On Saturday, March 15, more than 1,300 VOA employees were sent to executive leave during their executive leave, while President Donald Trump’s executive order terminated funding from two other U.S.-backed news organizations. The order was signed Friday, directing the United States Global Media Agency (USAGM) and six other federal agencies to extend their operations to a legal minimum.
VOA director Michael Abramowitz said the decision effectively silenced the 83-year-old broadcaster, which operates in nearly 50 languages and reaches millions of dollars worldwide.

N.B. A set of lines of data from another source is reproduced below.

import type { ReactNode } from 'react';
import { Breadcrumbs, type Crumb } from './Breadcrumbs';

interface Props {
  title: ReactNode;
  /** A line under the title: what the page is for, or the facts that name the thing. */
  lead?: ReactNode;
  breadcrumbs?: readonly Crumb[];
  /** Tags that belong to the title. */
  tags?: ReactNode;
  /** What can be done here; at most one primary. */
  actions?: ReactNode;
}

/**
 * The head of every page: way back, the one h1, what to do. Closed by a double rule.
 * @example <PageHeader title="Units" lead="Every vehicle, and what was fitted to it." actions={<ButtonLink href="/units/new">Add a unit</ButtonLink>} />
 */
export function PageHeader({ title, lead, breadcrumbs, tags, actions }: Props) {
  return (
    <header className="rule-double mb-6 pb-3">
      {breadcrumbs && <Breadcrumbs items={breadcrumbs} />}
      <div className="flex flex-wrap items-end justify-between gap-x-8 gap-y-4">
        <div className="min-w-0">
          <div className="flex flex-wrap items-center gap-x-4 gap-y-1">
            <h1>{title}</h1>
            {tags}
          </div>
          {lead != null && <p className="mt-1.5 max-w-prose text-ink-soft">{lead}</p>}
        </div>
        {actions && <div className="flex flex-wrap gap-3">{actions}</div>}
      </div>
    </header>
  );
}
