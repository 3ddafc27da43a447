import type { ReactNode } from 'react';
import { classes } from './classes';

interface Props {
  summary: ReactNode;
  children: ReactNode;
  /** Open from the start. */
  open?: boolean;
  /** Only one of those with the same name is open at a time. */
  name?: string;
  className?: string;
}

/**
 * More, for who wants it. Native `details`, so it works without script and is found by the page search.
 * @example <Disclosure summary="In decibans">…</Disclosure>
 */
export function Disclosure({ summary, children, open, name, className }: Props) {
  return (
    <details className={classes('disclosure', className)} open={open} name={name}>
      <summary className="min-h-touch py-2 font-bold">{summary}</summary>
      <div className="pb-4 pl-[1.85rem]">{children}</div>
    </details>
  );
}
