import type { ComponentProps } from 'react';
import { FieldFrame, wiring, type FieldProps } from './field';
import { Options, type Option } from './SelectField';

type Unit =
  /** A unit that can't be changed here: printed beside the figure. */
  | { unit: string; units?: undefined; unitName?: undefined; defaultUnit?: undefined }
  /** A choice of units, sent as `unitName` (`<name>Unit` unless given). */
  | { unit?: undefined; units: readonly Option[]; unitName?: string; defaultUnit?: string };

type Props = FieldProps & Unit;

/**
 * A measured figure and its unit. It is a text input on purpose: people type "8,3 bar" or "5/8", and
 * the parser in `lib/units` reads what they typed; a number input would refuse or drop it.
 * @example <NumberWithUnitField label="Odometer" name="odometer" unit="mi" defaultValue="412 300" />
 * @example <NumberWithUnitField label="Cut-out" name="cutOut" units={[{ value: 'psi', label: 'psi' }, { value: 'kPa', label: 'kPa' }]} defaultUnit="psi" />
 */
export function NumberWithUnitField({ label, name, id = name, hint, error, required, className, unit, units, unitName, defaultUnit, ...rest }: Props & Omit<ComponentProps<'input'>, keyof FieldProps>) {
  const wires = wiring({ name, id, hint, error });
  const unitId = `${id}-unit`;
  return (
    <FieldFrame {...{ label, name, id, hint, error, required, className }}>
      <div className="flex max-w-xs gap-2">
        <input
          type="text"
          inputMode="decimal"
          autoComplete="off"
          className="control figure min-w-0 flex-1 text-right"
          required={required}
          {...rest}
          {...wires}
          aria-describedby={[unit !== undefined && unitId, wires['aria-describedby']].filter(Boolean).join(' ') || undefined}
        />
        {unit !== undefined ? (
          <span id={unitId} className="figure grid min-w-14 place-items-center border-b-2 border-ink px-2 text-ink-soft">{unit}</span>
        ) : (
          <select id={unitId} name={unitName ?? `${name}Unit`} defaultValue={defaultUnit} className="control figure w-28!" aria-label={typeof label === 'string' ? `Unit of ${label}` : 'Unit'}>
            <Options options={units} />
          </select>
        )}
      </div>
    </FieldFrame>
  );
}
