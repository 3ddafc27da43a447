import { dayText } from '@/lib/schemas/day-text';
import type { DossierBlock } from '@/lib/schemas/dossier-content';
import { heading, table, text } from '../blocks';
import { momentText } from '../moment';
import type { Writer } from '../writer';

export interface InstallPart {
  modelName: string;
  installedOn: string;
  finishedAt: Date | null;
  /** Every point that is asked of this model; `said` null: not answered. */
  points: readonly { name: string; said: { label: string; against: boolean; value: string | null; note: string | null; by: string; at: Date } | null }[];
}

/** How each compressor was fitted, point by point. @param installs in the order in which they began */
export function installSection(installs: readonly InstallPart[], { name, timeZone }: Writer): DossierBlock[] {
  if (installs.length === 0) return text('No compressor was fitted in this case.');
  return installs.flatMap(({ modelName, installedOn, finishedAt, points }) => [
    ...heading(`${modelName}, fitted ${dayText(installedOn)}`),
    ...table(
      [
        { title: 'Point', share: 30 },
        { title: 'Answer', share: 34 },
        { title: 'Value and note', share: 36 },
      ],
      points.map((point) => ({
        cells: [point.name, point.said ? `${point.said.label}${point.said.against ? ' (known to shorten its life)' : ''}` : 'Not answered', [point.said?.value, point.said?.note].filter(Boolean).join('; ')],
        note: point.said && `${momentText(point.said.at, timeZone)}, ${name(point.said.by)}`,
        strong: point.said === null || point.said.against,
      })),
    ),
    ...text(finishedAt ? `Finished ${momentText(finishedAt, timeZone)}.` : 'Not finished yet.'),
  ]);
}
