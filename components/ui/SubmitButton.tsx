'use client';

import type { ComponentProps } from 'react';
import { useFormStatus } from 'react-dom';
import { Button } from './Button';

/**
 * Sends the form around it. While it is on its way the label says so and a second press does nothing;
 * the button keeps the focus (a disabled one would drop it).
 * @example <SubmitButton pendingLabel="Opening…">Open the case</SubmitButton>
 */
export function SubmitButton({ pendingLabel = 'Saving…', children, onClick, ...rest }: ComponentProps<typeof Button> & { pendingLabel?: string }) {
  const { pending } = useFormStatus();
  return (
    <Button
      {...rest}
      type="submit"
      aria-disabled={pending || undefined}
      onClick={(event) => (pending ? event.preventDefault() : onClick?.(event))}
    >
      {pending ? pendingLabel : children}
    </Button>
  );
}
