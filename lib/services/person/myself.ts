import { z } from 'zod';
import { PERMITTED } from '@/lib/auth/permissions';
import { defineRead } from '../define';

/** Who asks, where, as what, and in which units. */
export const myself = defineRead({
  name: 'see.myself',
  doing: 'see your own settings',
  roles: PERMITTED['own-settings'],
  input: z.strictObject({}),
  run: async ({ ctx: { person, organisation, roles, mayRelease } }) => {
    const { units, ...who } = person;
    return { person: who, organisation, roles, mayRelease, units };
  },
});
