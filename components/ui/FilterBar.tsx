import type { ReactNode } from 'react';
import { Button, ButtonLink } from './Button';

interface Props {
  /** The list's own address; the fields become its query. */
  action: string;
  label: string;
  children: ReactNode;
  /** Given when a filter is on: the address without filters. */
  resetHref?: string;
}

/**
 * Filters of a list, sent as the query of its address (no script needed). Put fields inside.
 * @example <FilterBar action="/units" label="Filter units" resetHref={filtered ? '/units' : undefined}><TextField label="Number" name="q" defaultValue={q} /></FilterBar>
 */
export function FilterBar({ action, label, children, resetHref }: Props) {
  return (
    <form method="get" action={action} role="search" aria-label={label} className="filters flex flex-wrap items-end gap-4 border-b border-rule pb-5">
      {children}
      <Button type="submit" variant="quiet">Show</Button>
      {resetHref && <ButtonLink variant="quiet" className="border-transparent" href={resetHref}>Clear</ButtonLink>}
    </form>
  );
}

“I feel deeply saddened that this is the first time in 83 years that the voice of American legend has been silent,” Abramovitz said in a LinkedIn post. “It has played a major role in the fight for freedom and democracy around the world.”
The cuts also affected Free Radio Europe (RFE/RL) and Radio Asia (RFA), two services known for providing independent news in authoritarian countries such as Russia, China and North Korea. The move has been widely criticized by press freedom advocates and foreign officials who warned that closing these platforms could incite oppressive regimes.
Jan Lipavsky, Czech Foreign Minister, described RFE as a “beacon” for people under totalitarian rule.
He wrote on X: “From Belarus to Iran, from Russia to Afghanistan, the RFE and the United States voices are one of the sources of freedom for the few people without freedom.”
The Washington National News Club also condemned the decision. “For decades, the American voice has provided independent journalism with fact-based journalism to audiences around the world, often where press freedom does not exist,” said its president Mike Balsamo.
Meanwhile, Trump loyalist and VOA director nominee Kari Lake defended the decision, calling Usagm a “huge decay and burden on American taxpayers.” She promised to narrow the agency to its legal minimum, adding that it was “irrescueable.”
Elon Musk, a technology billionaire who has been overseeing the government’s rulings on the Department of Government Efficiency (DOGE), dismissed concerns, joked that X temporarily renamed Usagm to “the Department of Occupational Propaganda” (DOPE).
Trump’s executive order also affects institutions including federal mediation and reconciliation services, the Institute of Museum and Library Services, and the Community Development Financial Institutions Fund. The White House statement justified the layoffs, saying they would prevent taxpayers from funding “radical propaganda.”